Problem description:
Of the lines listed below, return exactly those that run from the line containing "energy and parameters." through the line containing "something returns a", both included.

Data items:

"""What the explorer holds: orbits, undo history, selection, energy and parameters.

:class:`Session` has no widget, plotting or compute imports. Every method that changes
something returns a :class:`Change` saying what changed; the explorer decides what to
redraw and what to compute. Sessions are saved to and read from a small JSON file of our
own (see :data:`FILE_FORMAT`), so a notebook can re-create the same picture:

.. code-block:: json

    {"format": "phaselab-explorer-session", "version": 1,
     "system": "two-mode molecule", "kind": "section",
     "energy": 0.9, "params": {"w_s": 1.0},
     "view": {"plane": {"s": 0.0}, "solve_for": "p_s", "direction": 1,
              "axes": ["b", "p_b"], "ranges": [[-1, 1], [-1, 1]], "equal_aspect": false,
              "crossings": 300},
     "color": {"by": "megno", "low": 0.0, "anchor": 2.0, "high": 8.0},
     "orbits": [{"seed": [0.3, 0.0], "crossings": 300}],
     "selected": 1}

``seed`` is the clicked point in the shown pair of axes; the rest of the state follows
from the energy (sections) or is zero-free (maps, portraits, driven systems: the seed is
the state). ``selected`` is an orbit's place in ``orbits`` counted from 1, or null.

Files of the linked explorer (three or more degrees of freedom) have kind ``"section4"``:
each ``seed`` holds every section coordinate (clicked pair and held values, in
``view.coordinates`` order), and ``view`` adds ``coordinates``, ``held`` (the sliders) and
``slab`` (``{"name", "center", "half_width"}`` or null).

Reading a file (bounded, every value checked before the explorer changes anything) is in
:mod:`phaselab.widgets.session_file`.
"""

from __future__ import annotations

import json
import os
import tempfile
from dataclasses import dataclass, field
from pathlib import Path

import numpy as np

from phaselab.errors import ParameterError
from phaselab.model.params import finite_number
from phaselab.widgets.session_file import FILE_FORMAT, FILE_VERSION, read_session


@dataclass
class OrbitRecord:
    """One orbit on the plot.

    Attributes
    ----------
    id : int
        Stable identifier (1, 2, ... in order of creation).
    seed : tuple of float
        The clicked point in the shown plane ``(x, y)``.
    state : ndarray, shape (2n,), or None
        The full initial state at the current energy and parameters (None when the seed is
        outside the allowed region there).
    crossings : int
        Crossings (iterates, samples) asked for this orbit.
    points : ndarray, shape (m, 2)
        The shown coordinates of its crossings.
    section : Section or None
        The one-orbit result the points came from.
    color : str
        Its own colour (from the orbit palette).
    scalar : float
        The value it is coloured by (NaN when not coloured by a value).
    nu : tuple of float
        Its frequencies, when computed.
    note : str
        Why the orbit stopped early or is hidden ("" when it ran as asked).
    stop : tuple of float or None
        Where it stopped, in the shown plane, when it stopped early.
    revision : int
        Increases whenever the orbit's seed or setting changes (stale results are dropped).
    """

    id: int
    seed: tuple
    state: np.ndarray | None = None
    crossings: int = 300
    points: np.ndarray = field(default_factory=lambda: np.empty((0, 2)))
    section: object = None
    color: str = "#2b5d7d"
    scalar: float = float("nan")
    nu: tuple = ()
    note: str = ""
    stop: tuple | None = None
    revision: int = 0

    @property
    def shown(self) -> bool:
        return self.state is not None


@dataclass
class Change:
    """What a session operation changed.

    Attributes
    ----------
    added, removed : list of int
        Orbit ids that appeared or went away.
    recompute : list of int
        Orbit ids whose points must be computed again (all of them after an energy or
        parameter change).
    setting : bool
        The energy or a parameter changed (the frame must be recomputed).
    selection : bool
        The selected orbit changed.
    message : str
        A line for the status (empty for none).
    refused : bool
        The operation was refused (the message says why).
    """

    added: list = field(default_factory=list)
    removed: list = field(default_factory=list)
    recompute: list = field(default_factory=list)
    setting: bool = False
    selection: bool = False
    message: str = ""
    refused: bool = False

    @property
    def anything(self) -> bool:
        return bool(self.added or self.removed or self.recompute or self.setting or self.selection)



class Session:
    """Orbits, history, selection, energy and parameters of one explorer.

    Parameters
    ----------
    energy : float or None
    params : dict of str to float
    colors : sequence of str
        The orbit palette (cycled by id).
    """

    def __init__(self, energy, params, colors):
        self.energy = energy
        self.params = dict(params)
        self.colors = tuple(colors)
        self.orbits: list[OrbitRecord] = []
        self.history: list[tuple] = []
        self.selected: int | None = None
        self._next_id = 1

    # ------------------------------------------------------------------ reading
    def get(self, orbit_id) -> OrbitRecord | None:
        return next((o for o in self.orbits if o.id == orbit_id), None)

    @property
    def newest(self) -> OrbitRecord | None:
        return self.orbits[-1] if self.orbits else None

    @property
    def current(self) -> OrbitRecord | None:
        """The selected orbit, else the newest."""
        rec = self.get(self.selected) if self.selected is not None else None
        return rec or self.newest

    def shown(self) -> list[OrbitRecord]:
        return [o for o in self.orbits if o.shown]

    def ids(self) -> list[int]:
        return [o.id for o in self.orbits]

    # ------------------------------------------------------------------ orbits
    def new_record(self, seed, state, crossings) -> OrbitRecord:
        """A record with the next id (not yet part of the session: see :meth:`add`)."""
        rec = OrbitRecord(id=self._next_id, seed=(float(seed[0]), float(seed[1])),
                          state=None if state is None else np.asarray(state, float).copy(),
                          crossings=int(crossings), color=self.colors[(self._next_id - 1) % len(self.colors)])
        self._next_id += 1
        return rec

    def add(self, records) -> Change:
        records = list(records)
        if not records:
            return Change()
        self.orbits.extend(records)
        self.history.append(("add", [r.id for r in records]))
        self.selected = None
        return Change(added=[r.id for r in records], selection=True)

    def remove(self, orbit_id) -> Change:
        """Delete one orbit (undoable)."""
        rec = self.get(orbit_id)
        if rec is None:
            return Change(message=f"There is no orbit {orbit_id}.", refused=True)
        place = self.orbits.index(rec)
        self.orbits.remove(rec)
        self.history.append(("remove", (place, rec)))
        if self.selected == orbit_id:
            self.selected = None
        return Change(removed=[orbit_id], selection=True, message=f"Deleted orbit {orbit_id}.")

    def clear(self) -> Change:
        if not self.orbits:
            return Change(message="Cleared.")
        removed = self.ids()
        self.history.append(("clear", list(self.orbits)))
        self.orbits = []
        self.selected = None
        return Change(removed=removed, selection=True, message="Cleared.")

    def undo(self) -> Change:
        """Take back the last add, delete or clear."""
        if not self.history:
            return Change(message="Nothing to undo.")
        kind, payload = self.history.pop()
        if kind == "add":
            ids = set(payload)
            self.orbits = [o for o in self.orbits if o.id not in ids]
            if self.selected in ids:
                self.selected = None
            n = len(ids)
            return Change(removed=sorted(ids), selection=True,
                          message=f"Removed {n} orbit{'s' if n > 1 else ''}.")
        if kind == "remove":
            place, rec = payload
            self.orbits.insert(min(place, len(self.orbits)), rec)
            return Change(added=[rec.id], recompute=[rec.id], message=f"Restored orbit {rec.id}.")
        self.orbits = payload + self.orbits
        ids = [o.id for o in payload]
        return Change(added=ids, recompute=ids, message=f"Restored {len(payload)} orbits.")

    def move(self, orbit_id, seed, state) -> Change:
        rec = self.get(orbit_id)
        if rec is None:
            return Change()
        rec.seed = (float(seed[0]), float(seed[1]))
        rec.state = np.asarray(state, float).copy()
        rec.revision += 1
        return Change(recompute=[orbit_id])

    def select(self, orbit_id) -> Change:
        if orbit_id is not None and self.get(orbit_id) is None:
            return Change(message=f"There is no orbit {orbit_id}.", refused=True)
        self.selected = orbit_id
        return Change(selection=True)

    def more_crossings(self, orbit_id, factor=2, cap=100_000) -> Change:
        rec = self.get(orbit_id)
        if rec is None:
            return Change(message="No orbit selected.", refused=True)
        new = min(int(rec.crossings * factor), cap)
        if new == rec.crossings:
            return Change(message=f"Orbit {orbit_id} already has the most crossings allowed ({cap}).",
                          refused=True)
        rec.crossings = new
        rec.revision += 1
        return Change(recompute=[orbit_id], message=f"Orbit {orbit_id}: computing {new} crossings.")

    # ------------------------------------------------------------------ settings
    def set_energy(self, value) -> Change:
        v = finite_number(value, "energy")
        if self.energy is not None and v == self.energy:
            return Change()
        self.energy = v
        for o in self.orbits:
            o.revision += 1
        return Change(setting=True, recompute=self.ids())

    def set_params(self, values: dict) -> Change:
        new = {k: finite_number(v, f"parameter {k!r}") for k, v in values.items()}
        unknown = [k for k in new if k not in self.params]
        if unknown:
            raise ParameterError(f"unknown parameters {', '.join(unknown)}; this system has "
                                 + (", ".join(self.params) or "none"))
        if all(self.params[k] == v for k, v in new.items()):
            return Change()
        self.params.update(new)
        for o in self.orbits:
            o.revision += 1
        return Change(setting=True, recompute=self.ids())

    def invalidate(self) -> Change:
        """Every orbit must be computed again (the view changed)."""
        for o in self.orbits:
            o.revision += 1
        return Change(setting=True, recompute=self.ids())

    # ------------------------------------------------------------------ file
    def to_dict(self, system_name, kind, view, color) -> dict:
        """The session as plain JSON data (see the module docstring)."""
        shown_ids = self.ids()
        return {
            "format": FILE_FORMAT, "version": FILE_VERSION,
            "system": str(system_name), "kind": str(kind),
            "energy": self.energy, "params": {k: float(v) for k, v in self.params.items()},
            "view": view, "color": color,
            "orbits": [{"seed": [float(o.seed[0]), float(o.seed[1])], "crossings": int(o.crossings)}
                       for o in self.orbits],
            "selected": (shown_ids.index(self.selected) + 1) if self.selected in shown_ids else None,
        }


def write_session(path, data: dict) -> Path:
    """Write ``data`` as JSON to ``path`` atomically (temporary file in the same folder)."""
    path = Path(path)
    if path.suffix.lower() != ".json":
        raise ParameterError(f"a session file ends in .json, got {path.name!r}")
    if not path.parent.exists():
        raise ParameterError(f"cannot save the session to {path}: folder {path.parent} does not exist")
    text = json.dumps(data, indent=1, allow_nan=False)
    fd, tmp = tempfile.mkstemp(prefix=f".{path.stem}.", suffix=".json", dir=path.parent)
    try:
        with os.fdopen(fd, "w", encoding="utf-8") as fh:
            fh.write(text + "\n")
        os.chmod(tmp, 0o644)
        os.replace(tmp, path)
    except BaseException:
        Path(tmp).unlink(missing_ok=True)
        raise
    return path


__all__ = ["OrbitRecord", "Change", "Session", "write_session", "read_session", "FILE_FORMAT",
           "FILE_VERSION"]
--
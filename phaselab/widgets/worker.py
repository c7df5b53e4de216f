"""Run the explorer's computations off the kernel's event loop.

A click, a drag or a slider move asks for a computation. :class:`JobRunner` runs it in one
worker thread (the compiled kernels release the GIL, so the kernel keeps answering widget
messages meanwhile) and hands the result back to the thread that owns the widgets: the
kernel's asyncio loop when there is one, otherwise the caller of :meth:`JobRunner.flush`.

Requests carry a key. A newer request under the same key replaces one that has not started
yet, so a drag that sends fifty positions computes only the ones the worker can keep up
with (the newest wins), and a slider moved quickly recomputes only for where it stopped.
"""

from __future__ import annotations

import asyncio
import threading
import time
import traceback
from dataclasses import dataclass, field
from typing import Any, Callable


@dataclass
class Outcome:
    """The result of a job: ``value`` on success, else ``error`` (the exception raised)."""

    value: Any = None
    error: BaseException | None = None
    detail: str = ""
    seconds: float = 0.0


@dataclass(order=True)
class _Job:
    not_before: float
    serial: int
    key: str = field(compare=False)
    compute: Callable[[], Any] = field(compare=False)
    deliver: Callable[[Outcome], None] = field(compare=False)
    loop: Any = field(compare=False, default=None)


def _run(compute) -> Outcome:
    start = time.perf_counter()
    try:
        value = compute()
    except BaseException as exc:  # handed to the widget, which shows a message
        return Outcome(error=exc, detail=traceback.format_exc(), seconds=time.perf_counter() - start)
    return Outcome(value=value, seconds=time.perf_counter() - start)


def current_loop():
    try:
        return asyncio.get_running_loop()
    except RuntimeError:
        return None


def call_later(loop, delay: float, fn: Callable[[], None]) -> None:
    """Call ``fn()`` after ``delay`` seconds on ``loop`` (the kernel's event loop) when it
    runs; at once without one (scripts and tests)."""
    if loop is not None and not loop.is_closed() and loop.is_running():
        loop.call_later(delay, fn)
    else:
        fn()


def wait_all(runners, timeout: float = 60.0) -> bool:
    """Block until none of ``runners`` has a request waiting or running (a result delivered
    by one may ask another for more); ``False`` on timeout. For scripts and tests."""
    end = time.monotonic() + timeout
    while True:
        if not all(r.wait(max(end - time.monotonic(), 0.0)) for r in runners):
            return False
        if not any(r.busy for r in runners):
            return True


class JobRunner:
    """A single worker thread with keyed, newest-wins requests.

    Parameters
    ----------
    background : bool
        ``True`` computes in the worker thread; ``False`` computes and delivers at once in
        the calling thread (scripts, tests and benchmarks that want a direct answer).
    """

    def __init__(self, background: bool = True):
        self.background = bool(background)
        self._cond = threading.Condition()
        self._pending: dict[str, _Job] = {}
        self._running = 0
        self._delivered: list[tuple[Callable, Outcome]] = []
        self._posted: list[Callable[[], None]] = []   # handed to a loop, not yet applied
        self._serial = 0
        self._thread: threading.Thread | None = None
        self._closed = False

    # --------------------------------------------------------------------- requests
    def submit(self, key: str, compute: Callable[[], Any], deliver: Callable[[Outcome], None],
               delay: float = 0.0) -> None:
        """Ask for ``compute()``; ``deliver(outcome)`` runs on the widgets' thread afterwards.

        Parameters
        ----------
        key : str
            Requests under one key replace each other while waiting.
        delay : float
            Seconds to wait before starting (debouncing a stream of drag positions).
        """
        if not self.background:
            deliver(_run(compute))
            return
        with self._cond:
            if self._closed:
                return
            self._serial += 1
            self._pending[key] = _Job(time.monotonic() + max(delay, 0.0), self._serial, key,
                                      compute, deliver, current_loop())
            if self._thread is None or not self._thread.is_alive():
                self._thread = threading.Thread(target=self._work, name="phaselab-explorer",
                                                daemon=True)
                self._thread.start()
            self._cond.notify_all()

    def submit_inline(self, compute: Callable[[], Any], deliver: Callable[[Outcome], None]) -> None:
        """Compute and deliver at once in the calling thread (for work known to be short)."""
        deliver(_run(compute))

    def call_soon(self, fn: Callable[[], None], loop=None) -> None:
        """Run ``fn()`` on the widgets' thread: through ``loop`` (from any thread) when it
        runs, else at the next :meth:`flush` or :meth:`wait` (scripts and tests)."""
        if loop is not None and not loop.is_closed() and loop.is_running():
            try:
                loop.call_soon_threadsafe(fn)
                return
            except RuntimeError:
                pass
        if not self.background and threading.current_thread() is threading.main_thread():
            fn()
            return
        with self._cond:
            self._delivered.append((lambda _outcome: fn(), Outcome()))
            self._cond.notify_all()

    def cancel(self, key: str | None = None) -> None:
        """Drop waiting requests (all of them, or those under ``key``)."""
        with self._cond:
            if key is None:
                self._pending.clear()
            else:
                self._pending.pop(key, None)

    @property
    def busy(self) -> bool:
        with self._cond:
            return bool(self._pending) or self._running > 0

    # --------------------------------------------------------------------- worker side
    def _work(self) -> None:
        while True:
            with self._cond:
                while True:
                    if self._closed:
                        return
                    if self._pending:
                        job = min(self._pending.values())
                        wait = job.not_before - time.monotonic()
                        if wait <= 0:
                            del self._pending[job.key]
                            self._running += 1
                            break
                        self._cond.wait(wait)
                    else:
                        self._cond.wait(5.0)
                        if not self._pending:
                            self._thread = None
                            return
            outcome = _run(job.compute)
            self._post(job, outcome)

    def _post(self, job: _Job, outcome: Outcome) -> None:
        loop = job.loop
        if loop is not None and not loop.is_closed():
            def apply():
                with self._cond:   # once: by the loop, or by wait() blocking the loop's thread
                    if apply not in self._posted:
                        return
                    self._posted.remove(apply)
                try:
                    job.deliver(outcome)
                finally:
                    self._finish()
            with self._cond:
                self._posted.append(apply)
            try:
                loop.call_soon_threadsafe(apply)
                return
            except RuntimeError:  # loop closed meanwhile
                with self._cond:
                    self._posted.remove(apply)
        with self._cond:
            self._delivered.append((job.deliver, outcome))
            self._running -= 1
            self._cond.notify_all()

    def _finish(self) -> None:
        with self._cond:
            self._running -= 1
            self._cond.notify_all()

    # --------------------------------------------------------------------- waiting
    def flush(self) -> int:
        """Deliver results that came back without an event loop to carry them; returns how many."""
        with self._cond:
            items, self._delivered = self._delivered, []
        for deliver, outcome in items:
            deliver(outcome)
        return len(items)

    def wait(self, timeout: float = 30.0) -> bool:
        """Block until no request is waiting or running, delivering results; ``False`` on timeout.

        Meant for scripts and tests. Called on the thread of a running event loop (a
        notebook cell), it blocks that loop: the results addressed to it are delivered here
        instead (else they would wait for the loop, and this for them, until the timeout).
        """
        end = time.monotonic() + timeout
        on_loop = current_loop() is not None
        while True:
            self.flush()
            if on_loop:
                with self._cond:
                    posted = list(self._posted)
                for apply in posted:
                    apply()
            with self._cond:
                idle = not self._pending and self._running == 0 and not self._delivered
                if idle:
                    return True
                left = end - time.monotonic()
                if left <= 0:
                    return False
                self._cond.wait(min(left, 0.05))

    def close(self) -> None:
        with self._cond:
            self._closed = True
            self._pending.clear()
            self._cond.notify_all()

Reply to the exercise:
"""What the explorer holds: orbits, undo history, selection, energy and parameters.

:class:`Session` has no widget, plotting or compute imports. Every method that changes
something returns a :class:`Change` saying what changed; the explorer decides what to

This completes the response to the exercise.